AVAILABLE RECORDS:

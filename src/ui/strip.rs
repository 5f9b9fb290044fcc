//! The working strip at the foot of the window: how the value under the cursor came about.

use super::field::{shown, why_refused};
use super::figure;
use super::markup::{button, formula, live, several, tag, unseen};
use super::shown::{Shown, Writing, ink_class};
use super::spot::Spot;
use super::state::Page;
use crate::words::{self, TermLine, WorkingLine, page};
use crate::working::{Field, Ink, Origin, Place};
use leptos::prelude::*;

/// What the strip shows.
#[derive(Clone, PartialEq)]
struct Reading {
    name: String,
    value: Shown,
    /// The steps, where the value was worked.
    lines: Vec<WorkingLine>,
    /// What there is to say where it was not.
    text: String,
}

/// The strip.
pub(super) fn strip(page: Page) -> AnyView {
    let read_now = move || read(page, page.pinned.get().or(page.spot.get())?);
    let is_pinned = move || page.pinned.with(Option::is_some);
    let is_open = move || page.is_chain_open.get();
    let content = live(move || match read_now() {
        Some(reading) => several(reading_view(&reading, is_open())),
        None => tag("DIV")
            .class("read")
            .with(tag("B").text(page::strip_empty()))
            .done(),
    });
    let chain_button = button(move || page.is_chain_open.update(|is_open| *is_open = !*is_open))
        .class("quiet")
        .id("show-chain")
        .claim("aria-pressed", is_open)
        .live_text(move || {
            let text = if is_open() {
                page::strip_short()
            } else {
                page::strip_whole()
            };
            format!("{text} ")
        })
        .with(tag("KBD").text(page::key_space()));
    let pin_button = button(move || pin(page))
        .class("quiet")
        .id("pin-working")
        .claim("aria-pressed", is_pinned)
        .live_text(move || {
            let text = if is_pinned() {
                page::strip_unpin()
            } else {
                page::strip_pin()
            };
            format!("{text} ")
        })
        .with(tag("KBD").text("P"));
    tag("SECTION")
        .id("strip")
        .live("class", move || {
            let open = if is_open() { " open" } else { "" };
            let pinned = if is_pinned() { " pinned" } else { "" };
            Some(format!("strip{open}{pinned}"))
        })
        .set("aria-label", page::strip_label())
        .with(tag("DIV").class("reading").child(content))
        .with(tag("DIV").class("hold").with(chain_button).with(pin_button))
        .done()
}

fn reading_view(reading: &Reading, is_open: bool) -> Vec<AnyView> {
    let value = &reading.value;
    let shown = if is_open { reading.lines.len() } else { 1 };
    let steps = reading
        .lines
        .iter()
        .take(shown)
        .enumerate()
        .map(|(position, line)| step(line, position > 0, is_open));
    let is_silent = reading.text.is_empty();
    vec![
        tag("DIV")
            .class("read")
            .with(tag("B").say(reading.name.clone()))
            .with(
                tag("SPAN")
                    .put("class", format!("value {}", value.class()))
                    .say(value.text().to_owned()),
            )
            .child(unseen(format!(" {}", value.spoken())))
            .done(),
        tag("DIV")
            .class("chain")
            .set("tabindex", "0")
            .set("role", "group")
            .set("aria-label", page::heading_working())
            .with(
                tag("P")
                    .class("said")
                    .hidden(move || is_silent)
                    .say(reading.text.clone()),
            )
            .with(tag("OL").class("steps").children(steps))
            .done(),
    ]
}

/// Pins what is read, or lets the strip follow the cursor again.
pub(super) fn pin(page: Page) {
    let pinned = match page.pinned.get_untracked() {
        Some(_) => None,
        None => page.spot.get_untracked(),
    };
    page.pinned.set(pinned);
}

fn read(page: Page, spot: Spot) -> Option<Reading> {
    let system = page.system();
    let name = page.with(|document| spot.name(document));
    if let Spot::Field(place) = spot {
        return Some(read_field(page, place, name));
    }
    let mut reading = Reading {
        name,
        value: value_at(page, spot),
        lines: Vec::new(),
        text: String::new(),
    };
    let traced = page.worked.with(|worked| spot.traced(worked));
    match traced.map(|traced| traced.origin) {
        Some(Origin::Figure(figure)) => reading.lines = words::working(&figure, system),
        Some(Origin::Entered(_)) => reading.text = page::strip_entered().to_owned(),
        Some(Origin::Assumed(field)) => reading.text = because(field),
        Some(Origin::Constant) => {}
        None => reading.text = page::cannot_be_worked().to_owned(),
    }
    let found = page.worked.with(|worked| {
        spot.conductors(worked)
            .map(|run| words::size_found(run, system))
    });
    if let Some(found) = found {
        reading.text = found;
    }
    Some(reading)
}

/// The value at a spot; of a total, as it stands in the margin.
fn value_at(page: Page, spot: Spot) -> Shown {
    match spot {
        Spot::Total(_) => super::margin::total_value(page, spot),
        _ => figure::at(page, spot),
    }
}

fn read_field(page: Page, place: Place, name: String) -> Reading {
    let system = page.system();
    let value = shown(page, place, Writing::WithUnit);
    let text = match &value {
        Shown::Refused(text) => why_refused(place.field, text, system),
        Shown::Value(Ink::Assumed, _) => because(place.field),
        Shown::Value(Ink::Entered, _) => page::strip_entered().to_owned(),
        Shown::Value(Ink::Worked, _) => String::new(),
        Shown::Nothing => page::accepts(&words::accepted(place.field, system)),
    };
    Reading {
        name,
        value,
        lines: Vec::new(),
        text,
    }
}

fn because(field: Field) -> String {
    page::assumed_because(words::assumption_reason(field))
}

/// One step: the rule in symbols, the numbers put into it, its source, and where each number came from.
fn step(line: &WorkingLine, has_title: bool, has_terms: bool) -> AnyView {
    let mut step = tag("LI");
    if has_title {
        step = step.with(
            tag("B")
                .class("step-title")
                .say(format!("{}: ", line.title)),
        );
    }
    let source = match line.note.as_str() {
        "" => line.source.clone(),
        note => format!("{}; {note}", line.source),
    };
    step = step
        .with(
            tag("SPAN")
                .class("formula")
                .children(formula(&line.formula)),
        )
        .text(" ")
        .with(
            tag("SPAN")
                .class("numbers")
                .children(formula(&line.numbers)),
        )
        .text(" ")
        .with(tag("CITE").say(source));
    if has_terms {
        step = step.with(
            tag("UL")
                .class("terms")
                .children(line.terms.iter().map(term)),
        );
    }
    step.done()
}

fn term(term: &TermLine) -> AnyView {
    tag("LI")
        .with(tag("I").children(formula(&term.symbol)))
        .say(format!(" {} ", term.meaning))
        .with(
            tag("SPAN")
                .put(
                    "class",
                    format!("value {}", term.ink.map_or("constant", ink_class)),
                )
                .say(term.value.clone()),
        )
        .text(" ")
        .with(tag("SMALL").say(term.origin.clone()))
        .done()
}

EXERCISE DETAILS: Could you restate the listing above word for word, leaving nothing out?

ANSWER TO THE EXERCISE:
filename src/ui/strip.rs
repository 5f9b9fb290044fcc
//! The working strip at the foot of the window: how the value under the cursor came about.

use super::field::{shown, why_refused};
use super::figure;
use super::markup::{button, formula, live, several, tag, unseen};
use super::shown::{Shown, Writing, ink_class};
use super::spot::Spot;
use super::state::Page;
use crate::words::{self, TermLine, WorkingLine, page};
use crate::working::{Field, Ink, Origin, Place};
use leptos::prelude::*;

/// What the strip shows.
#[derive(Clone, PartialEq)]
struct Reading {
    name: String,
    value: Shown,
    /// The steps, where the value was worked.
    lines: Vec<WorkingLine>,
    /// What there is to say where it was not.
    text: String,
}

/// The strip.
pub(super) fn strip(page: Page) -> AnyView {
    let read_now = move || read(page, page.pinned.get().or(page.spot.get())?);
    let is_pinned = move || page.pinned.with(Option::is_some);
    let is_open = move || page.is_chain_open.get();
    let content = live(move || match read_now() {
        Some(reading) => several(reading_view(&reading, is_open())),
        None => tag("DIV")
            .class("read")
            .with(tag("B").text(page::strip_empty()))
            .done(),
    });
    let chain_button = button(move || page.is_chain_open.update(|is_open| *is_open = !*is_open))
        .class("quiet")
        .id("show-chain")
        .claim("aria-pressed", is_open)
        .live_text(move || {
            let text = if is_open() {
                page::strip_short()
            } else {
                page::strip_whole()
            };
            format!("{text} ")
        })
        .with(tag("KBD").text(page::key_space()));
    let pin_button = button(move || pin(page))
        .class("quiet")
        .id("pin-working")
        .claim("aria-pressed", is_pinned)
        .live_text(move || {
            let text = if is_pinned() {
                page::strip_unpin()
            } else {
                page::strip_pin()
            };
            format!("{text} ")
        })
        .with(tag("KBD").text("P"));
    tag("SECTION")
        .id("strip")
        .live("class", move || {
            let open = if is_open() { " open" } else { "" };
            let pinned = if is_pinned() { " pinned" } else { "" };
            Some(format!("strip{open}{pinned}"))
        })
        .set("aria-label", page::strip_label())
        .with(tag("DIV").class("reading").child(content))
        .with(tag("DIV").class("hold").with(chain_button).with(pin_button))
        .done()
}

fn reading_view(reading: &Reading, is_open: bool) -> Vec<AnyView> {
    let value = &reading.value;
    let shown = if is_open { reading.lines.len() } else { 1 };
    let steps = reading
        .lines
        .iter()
        .take(shown)
        .enumerate()
        .map(|(position, line)| step(line, position > 0, is_open));
    let is_silent = reading.text.is_empty();
    vec![
        tag("DIV")
            .class("read")
            .with(tag("B").say(reading.name.clone()))
            .with(
                tag("SPAN")
                    .put("class", format!("value {}", value.class()))
                    .say(value.text().to_owned()),
            )
            .child(unseen(format!(" {}", value.spoken())))
            .done(),
        tag("DIV")
            .class("chain")
            .set("tabindex", "0")
            .set("role", "group")
            .set("aria-label", page::heading_working())
            .with(
                tag("P")
                    .class("said")
                    .hidden(move || is_silent)
                    .say(reading.text.clone()),
            )
            .with(tag("OL").class("steps").children(steps))
            .done(),
    ]
}

/// Pins what is read, or lets the strip follow the cursor again.
pub(super) fn pin(page: Page) {
    let pinned = match page.pinned.get_untracked() {
        Some(_) => None,
        None => page.spot.get_untracked(),
    };
    page.pinned.set(pinned);
}

fn read(page: Page, spot: Spot) -> Option<Reading> {
    let system = page.system();
    let name = page.with(|document| spot.name(document));
    if let Spot::Field(place) = spot {
        return Some(read_field(page, place, name));
    }
    let mut reading = Reading {
        name,
        value: value_at(page, spot),
        lines: Vec::new(),
        text: String::new(),
    };
    let traced = page.worked.with(|worked| spot.traced(worked));
    match traced.map(|traced| traced.origin) {
        Some(Origin::Figure(figure)) => reading.lines = words::working(&figure, system),
        Some(Origin::Entered(_)) => reading.text = page::strip_entered().to_owned(),
        Some(Origin::Assumed(field)) => reading.text = because(field),
        Some(Origin::Constant) => {}
        None => reading.text = page::cannot_be_worked().to_owned(),
    }
    let found = page.worked.with(|worked| {
        spot.conductors(worked)
            .map(|run| words::size_found(run, system))
    });
    if let Some(found) = found {
        reading.text = found;
    }
    Some(reading)
}

/// The value at a spot; of a total, as it stands in the margin.
fn value_at(page: Page, spot: Spot) -> Shown {
    match spot {
        Spot::Total(_) => super::margin::total_value(page, spot),
        _ => figure::at(page, spot),
    }
}

fn read_field(page: Page, place: Place, name: String) -> Reading {
    let system = page.system();
    let value = shown(page, place, Writing::WithUnit);
    let text = match &value {
        Shown::Refused(text) => why_refused(place.field, text, system),
        Shown::Value(Ink::Assumed, _) => because(place.field),
        Shown::Value(Ink::Entered, _) => page::strip_entered().to_owned(),
        Shown::Value(Ink::Worked, _) => String::new(),
        Shown::Nothing => page::accepts(&words::accepted(place.field, system)),
    };
    Reading {
        name,
        value,
        lines: Vec::new(),
        text,
    }
}

fn because(field: Field) -> String {
    page::assumed_because(words::assumption_reason(field))
}

/// One step: the rule in symbols, the numbers put into it, its source, and where each number came from.
fn step(line: &WorkingLine, has_title: bool, has_terms: bool) -> AnyView {
    let mut step = tag("LI");
    if has_title {
        step = step.with(
            tag("B")
                .class("step-title")
                .say(format!("{}: ", line.title)),
        );
    }
    let source = match line.note.as_str() {
        "" => line.source.clone(),
        note => format!("{}; {note}", line.source),
    };
    step = step
        .with(
            tag("SPAN")
                .class("formula")
                .children(formula(&line.formula)),
        )
        .text(" ")
        .with(
            tag("SPAN")
                .class("numbers")
                .children(formula(&line.numbers)),
        )
        .text(" ")
        .with(tag("CITE").say(source));
    if has_terms {
        step = step.with(
            tag("UL")
                .class("terms")
                .children(line.terms.iter().map(term)),
        );
    }
    step.done()
}

fn term(term: &TermLine) -> AnyView {
    tag("LI")
        .with(tag("I").children(formula(&term.symbol)))
        .say(format!(" {} ", term.meaning))
        .with(
            tag("SPAN")
                .put(
                    "class",
                    format!("value {}", term.ink.map_or("constant", ink_class)),
                )
                .say(term.value.clone()),
        )
        .text(" ")
        .with(tag("SMALL").say(term.origin.clone()))
        .done()
}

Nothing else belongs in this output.